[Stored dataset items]
Content starts

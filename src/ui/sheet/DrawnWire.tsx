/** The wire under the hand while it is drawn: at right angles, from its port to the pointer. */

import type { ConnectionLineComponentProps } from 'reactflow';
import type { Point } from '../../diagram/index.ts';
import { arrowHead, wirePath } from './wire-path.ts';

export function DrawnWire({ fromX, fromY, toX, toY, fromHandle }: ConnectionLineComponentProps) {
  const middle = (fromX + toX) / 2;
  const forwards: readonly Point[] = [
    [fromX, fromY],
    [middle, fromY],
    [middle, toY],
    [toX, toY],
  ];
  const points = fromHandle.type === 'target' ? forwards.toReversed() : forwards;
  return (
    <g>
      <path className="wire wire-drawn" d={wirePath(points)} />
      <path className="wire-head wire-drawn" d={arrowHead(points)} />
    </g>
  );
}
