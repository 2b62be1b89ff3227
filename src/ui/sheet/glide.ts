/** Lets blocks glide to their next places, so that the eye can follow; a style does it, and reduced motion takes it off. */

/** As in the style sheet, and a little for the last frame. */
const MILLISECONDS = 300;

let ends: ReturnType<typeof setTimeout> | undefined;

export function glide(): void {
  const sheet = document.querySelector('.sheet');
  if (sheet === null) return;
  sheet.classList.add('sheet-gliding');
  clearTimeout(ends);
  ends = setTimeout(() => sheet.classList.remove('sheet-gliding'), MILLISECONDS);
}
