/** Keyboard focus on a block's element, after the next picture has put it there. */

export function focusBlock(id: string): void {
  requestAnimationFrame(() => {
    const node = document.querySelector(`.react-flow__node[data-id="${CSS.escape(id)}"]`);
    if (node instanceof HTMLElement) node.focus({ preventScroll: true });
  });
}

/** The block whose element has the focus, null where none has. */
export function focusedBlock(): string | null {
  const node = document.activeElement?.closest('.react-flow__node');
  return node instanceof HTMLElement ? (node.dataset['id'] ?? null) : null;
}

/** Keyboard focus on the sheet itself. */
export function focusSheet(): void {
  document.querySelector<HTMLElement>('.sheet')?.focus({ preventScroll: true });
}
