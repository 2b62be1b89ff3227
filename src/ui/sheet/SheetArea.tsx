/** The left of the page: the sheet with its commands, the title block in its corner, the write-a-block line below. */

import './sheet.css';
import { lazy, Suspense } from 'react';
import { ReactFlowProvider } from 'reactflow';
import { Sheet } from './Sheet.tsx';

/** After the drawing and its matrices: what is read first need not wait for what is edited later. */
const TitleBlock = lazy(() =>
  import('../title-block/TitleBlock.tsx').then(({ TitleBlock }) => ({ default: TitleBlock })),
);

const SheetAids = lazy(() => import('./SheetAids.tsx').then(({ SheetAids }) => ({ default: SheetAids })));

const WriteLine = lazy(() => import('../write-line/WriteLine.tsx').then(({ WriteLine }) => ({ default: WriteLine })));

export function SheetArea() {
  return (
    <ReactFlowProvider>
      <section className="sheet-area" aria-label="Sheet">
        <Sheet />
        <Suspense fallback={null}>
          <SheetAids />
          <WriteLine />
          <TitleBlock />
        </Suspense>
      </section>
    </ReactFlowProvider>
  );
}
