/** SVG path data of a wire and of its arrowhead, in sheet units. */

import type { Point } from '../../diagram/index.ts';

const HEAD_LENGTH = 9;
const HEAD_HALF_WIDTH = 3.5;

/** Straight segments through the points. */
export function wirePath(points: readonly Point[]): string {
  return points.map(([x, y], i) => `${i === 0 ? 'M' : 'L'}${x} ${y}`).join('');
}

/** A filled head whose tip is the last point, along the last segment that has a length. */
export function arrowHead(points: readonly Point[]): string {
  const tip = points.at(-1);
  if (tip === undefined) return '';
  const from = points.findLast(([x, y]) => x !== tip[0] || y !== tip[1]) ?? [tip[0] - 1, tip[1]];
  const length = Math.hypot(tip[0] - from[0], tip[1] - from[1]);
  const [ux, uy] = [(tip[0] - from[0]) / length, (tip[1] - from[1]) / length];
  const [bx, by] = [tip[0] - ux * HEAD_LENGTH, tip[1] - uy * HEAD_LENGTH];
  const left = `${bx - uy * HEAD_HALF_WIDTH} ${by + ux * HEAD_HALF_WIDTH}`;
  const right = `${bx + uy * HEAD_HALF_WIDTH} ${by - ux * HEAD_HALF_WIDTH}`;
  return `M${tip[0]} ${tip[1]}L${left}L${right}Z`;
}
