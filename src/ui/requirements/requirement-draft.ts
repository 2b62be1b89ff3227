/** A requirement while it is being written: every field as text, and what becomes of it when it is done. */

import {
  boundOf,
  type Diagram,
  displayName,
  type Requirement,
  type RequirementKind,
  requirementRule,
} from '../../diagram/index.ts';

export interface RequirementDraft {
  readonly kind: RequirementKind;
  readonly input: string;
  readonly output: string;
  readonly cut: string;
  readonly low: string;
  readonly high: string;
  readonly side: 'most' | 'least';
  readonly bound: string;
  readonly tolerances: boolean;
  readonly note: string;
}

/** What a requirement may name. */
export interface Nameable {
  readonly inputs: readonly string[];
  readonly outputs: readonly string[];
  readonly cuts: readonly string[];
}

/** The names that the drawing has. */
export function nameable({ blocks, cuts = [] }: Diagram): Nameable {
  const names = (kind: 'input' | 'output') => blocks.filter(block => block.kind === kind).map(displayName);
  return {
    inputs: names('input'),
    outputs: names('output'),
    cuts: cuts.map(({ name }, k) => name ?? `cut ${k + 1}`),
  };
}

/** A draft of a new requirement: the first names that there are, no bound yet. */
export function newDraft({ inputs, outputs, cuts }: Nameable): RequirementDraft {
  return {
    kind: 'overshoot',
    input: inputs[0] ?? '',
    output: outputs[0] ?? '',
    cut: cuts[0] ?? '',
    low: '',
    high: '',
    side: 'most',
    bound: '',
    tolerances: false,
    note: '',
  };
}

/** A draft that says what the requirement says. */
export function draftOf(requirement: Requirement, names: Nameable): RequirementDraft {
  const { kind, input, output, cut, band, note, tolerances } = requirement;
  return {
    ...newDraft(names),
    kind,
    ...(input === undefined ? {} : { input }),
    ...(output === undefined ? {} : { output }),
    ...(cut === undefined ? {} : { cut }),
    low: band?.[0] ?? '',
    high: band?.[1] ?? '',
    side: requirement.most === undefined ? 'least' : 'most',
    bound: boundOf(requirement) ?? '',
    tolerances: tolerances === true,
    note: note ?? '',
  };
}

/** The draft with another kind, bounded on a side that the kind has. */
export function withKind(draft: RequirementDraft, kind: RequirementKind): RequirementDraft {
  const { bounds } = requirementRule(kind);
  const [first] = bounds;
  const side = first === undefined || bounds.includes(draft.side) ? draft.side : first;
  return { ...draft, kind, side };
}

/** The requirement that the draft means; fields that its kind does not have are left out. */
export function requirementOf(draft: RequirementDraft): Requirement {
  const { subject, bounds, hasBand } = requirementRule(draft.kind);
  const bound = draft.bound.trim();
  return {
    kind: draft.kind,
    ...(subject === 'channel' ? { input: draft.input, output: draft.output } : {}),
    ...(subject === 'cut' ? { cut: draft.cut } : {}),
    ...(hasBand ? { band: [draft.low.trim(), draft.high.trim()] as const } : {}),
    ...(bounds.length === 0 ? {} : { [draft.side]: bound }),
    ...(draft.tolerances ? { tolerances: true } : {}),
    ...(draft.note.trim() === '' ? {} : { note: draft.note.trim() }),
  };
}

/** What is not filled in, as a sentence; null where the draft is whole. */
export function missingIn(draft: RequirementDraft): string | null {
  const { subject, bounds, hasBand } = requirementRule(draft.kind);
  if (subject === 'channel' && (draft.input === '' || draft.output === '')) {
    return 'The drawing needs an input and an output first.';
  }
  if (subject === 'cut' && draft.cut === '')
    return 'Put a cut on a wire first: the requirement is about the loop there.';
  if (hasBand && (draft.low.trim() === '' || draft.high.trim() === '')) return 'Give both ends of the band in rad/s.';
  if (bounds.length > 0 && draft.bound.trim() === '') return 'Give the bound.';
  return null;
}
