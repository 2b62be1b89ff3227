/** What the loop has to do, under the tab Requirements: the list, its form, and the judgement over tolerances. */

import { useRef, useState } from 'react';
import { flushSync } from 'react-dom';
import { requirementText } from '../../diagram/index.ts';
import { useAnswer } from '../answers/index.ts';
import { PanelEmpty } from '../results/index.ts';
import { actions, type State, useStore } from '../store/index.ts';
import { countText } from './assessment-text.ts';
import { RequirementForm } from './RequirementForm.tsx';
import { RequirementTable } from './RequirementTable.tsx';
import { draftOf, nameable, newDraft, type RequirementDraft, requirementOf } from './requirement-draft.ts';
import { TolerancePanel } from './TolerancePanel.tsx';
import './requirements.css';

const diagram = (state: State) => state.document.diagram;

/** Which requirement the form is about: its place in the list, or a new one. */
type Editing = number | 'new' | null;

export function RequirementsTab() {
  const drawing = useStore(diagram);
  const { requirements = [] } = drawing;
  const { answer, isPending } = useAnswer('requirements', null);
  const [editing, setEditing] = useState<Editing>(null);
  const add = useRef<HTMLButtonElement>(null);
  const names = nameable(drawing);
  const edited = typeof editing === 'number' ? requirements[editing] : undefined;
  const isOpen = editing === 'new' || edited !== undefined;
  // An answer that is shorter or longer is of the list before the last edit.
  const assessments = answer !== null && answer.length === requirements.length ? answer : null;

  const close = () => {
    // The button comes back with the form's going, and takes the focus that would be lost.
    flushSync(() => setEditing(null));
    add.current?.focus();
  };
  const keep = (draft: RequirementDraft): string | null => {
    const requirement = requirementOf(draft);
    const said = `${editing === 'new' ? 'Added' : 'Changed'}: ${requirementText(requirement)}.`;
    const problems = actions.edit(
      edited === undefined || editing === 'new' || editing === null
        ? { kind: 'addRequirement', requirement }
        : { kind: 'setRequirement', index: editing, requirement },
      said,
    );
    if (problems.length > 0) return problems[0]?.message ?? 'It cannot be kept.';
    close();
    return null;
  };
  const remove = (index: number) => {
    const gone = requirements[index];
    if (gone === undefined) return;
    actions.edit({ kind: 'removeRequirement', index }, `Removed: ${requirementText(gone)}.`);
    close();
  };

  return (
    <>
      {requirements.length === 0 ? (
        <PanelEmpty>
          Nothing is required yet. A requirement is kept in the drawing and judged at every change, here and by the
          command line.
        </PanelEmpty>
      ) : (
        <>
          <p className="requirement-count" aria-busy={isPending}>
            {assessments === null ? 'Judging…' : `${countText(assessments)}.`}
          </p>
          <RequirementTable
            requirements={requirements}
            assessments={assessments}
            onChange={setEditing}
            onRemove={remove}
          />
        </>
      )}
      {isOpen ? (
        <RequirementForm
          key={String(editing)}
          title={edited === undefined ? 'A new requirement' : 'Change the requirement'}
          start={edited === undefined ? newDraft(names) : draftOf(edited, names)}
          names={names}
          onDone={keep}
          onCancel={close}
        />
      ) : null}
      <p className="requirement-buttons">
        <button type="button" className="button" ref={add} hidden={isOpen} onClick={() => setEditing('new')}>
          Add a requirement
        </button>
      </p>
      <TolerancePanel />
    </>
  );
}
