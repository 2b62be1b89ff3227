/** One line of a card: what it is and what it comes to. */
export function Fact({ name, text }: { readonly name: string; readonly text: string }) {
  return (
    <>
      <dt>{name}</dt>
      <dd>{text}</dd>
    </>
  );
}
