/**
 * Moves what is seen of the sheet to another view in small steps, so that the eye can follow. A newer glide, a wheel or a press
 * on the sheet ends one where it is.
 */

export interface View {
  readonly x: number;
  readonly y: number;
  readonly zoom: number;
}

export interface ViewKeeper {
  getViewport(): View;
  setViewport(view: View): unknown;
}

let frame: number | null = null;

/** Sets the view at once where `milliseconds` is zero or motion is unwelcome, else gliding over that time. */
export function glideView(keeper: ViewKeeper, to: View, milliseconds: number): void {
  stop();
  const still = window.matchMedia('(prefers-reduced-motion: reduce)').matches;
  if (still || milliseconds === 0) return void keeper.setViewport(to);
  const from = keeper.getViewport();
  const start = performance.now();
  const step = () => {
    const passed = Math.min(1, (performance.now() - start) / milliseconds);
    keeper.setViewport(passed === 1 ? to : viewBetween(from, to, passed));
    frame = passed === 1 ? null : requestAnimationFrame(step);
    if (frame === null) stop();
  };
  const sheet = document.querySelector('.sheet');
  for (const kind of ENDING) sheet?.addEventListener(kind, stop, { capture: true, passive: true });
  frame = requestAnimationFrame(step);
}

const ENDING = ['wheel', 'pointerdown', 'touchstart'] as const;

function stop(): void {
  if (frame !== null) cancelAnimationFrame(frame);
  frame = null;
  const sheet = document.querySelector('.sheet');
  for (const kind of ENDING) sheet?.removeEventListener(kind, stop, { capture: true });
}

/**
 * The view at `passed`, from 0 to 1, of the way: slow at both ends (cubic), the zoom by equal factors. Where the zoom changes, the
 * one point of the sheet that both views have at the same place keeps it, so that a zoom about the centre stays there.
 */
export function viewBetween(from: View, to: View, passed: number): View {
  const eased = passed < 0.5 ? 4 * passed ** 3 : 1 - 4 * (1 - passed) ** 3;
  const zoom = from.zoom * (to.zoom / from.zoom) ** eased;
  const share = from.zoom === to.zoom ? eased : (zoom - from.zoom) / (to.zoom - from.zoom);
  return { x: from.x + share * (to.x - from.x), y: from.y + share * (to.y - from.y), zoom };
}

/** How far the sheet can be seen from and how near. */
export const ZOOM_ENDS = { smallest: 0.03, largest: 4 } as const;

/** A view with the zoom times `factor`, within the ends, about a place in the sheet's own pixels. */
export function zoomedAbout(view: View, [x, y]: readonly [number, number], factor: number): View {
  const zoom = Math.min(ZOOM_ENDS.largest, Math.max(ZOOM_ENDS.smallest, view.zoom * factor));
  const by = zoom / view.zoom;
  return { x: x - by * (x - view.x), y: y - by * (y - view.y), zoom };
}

Content ends

* **Requirement**
Could you transcribe the entries above word for word, from the line with "readonly x: number;" down to the line with "if (still ||", keeping both?

* **Answer section**
  readonly x: number;
  readonly y: number;
  readonly zoom: number;
}

export interface ViewKeeper {
  getViewport(): View;
  setViewport(view: View): unknown;
}

let frame: number | null = null;

/** Sets the view at once where `milliseconds` is zero or motion is unwelcome, else gliding over that time. */
export function glideView(keeper: ViewKeeper, to: View, milliseconds: number): void {
  stop();
  const still = window.matchMedia('(prefers-reduced-motion: reduce)').matches;
  if (still || milliseconds === 0) return void keeper.setViewport(to);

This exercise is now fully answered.